## SUPPLIED RECORDS
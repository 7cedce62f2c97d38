using Google.Protobuf.WellKnownTypes;
using Hull.Core.Defects;
using Hull.Core.Defects.Conditions;
using Hull.Protos.V1;
using Hull.Store;
using CoreDefect = Hull.Core.Defects.Defect;
using CoreFormationEnergy = Hull.Core.Defects.FormationEnergy;

namespace Hull.Server.Mapping;

/// <summary>Defect studies and their results from Core's types to the wire.</summary>
public static class DefectWireMapping
{
    /// <summary>The study version's provenance, with the host's formula and levels when <paramref name="study"/> is given.</summary>
    public static DefectStudyInfo Info(DefectStudyRecord record, DefectStudy? study) => new()
    {
        StudyName = record.StudyName,
        StudyVersion = record.Version,
        CommittedAt = Timestamp.FromDateTimeOffset(record.CommittedAtUtc),
        SourceLabel = record.SourceLabel,
        Note = record.Note,
        ContentSha256 = record.ContentSha256,
        HostFormula = study?.Host.Formula ?? string.Empty,
        BandGapEv = study?.Bulk.BandGapEv ?? 0,
        VbmEv = study?.Bulk.VbmEv ?? 0,
    };

    public static DefectSummary Summary(CoreDefect defect)
    {
        var summary = new DefectSummary
        {
            Name = defect.Name,
            Kind = defect.Kind.ToString().ToLowerInvariant(),
            SiteSet = defect.SiteSet,
            Degeneracy = defect.Degeneracy,
        };
        summary.Atoms.AddRange(defect.AtomsExchanged.Select(p => new DefectAtomChange { Element = p.Key, Count = p.Value }));
        summary.Charges.AddRange(defect.ChargeStates.Select(s => s.Charge));
        summary.Constituents.AddRange(defect.Constituents);
        return summary;
    }

    /// <summary>The point with its potentials: host elements first (window order), then the dopants.</summary>
    public static Protos.V1.DefectConditionPoint Point(Core.Defects.Conditions.DefectConditionPoint point, IReadOnlyList<string> hostElements)
    {
        var wire = new Protos.V1.DefectConditionPoint { Label = point.Label, VertexNumber = point.VertexNumber };
        IEnumerable<string> order = hostElements.Concat(point.Point.DeltaMuEv.Keys.Where(k => !hostElements.Contains(k)).Order(StringComparer.Ordinal));
        wire.Potentials.AddRange(order.Select(e => new DefectElementPotential { Element = e, DeltaMuEv = point.Point.DeltaMuEv[e] }));
        wire.CoexistingPhaseIds.AddRange(point.CoexistingPhaseIds);
        foreach (DopantPotential d in point.Dopants)
        {
            var dopant = new DefectDopantPotential { Element = d.Element, DeltaMuEv = d.DeltaMuEv, AtReference = d.AtReference, Given = d.Given };
            dopant.LimitingPhaseIds.AddRange(d.LimitingPhaseIds);
            wire.Dopants.Add(dopant);
        }

        return wire;
    }

    public static Protos.V1.DefectFormationEnergy Energy(CoreFormationEnergy e, bool lowest) => new()
    {
        Defect = e.Defect,
        Charge = e.Charge,
        FermiLevelEv = e.FermiLevelEv,
        FormationEnergyEv = e.TotalEv,
        SupercellDifferenceEv = e.SupercellDifferenceEv,
        ChemicalPotentialEv = e.ChemicalPotentialEv,
        ElectronReservoirEv = e.ElectronReservoirEv,
        ImageChargeEv = e.ImageChargeEv,
        AlignmentEv = e.AlignmentEv,
        CorrectionEv = e.CorrectionEv,
        Lowest = lowest,
    };

    public static DefectChargeStateCorrection Correction(CoreDefect defect, CorrectedChargeState state)
    {
        AlignmentResult? a = state.Correction.Alignment;
        return new DefectChargeStateCorrection
        {
            Defect = defect.Name,
            Charge = state.Charge,
            ImageChargeEv = state.Correction.ImageChargeEv,
            AlignmentEv = state.Correction.AlignmentEv,
            AlignmentMethod = (a?.Method ?? AlignmentMethod.None) switch
            {
                AlignmentMethod.Given => "given",
                AlignmentMethod.PlanarAverage => "planar",
                AlignmentMethod.AtomicSites => "sites",
                _ => "none",
            },
            ShiftVolts = a?.ShiftVolts ?? 0,
            SpreadVolts = a?.SpreadVolts ?? 0,
            PointsUsed = a?.PointsUsed ?? 0,
            SignCorrelation = a?.SignCorrelation ?? double.NaN,
            SamplingRadiusAngstrom = a?.SamplingRadiusAngstrom ?? 0,
        };
    }

    public static DefectTransitionLevel Level(TransitionLevel l) => new()
    {
        Defect = l.Defect,
        Charge = l.Charge,
        OtherCharge = l.OtherCharge,
        LevelEv = l.LevelEv,
        Thermodynamic = l.Kind == TransitionLevelKind.Thermodynamic,
        InsideGap = l.InsideGap,
        FormationEnergyEv = l.FormationEnergyEv,
    };

    public static DefectEffectiveU EffectiveU(NegativeU u) => new() { Defect = u.Defect, Charge = u.Charge, UEv = u.UEv, Negative = u.IsNegative };

    public static DefectComplexBinding Binding(ComplexBinding b)
    {
        var wire = new DefectComplexBinding { Complex = b.Complex, Charge = b.Charge, BindingEnergyEv = b.BindingEnergyEv };
        wire.Parts.AddRange(b.Parts.Select(p => new DefectPartCharge { Defect = p.Defect, Charge = p.Charge }));
        return wire;
    }

    /// <summary>A charge-neutrality solution: E_F, carriers, every charge state and total, the form and why it stopped.</summary>
    public static FermiSolution Solution(FermiLevelSolution solution)
    {
        var wire = new FermiSolution
        {
            Status = solution.Status switch
            {
                FermiSolveStatus.Converged => "converged",
                FermiSolveStatus.NoNeutralLevel => "no_neutral_level",
                _ => "iteration_limit",
            },
            TemperatureK = solution.TemperatureK,
            FermiLevelEv = solution.FermiLevelEv,
            ValenceEdgeEv = solution.Edges.ValenceEv,
            ConductionEdgeEv = solution.Edges.ConductionEv,
            ElectronsPerCm3 = solution.ElectronsPerCubicCentimetre,
            HolesPerCm3 = solution.HolesPerCubicCentimetre,
            ExtraDonorsPerCm3 = solution.ExtraDonorsPerCubicCentimetre,
            ExtraAcceptorsPerCm3 = solution.ExtraAcceptorsPerCubicCentimetre,
            Statistics = solution.Statistics == CarrierStatistics.Boltzmann ? "boltzmann" : "fermi_dirac",
            Form = solution.Form switch
            {
                null => "frozen",
                ConcentrationForm.SiteBlocking => "site_blocking",
                _ => "dilute",
            },
            NetChargePerCm3 = solution.NetChargePerCubicCentimetre,
            RelativeChargeImbalance = solution.RelativeChargeImbalance,
            Iterations = solution.Iterations,
        };
        wire.ChargeStates.AddRange(solution.ChargeStates.Select(c => new FermiChargeState
        {
            Defect = c.Defect, Charge = c.Charge, FormationEnergyEv = c.FormationEnergyEv, PerCm3 = c.PerCubicCentimetre,
        }));
        wire.Defects.AddRange(solution.Defects.Select(d => new FermiDefectTotal { Defect = d.Defect, SiteSet = d.SiteSet, PerCm3 = d.PerCubicCentimetre, SiteFraction = d.SiteFraction }));
        return wire;
    }
}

## WORK REQUEST
The answer must be every line of the records that holds the string "Hull".

## RESPONSE TO THIS TASK
using Hull.Core.Defects;
using Hull.Core.Defects.Conditions;
using Hull.Protos.V1;
using Hull.Store;
using CoreDefect = Hull.Core.Defects.Defect;
using CoreFormationEnergy = Hull.Core.Defects.FormationEnergy;
namespace Hull.Server.Mapping;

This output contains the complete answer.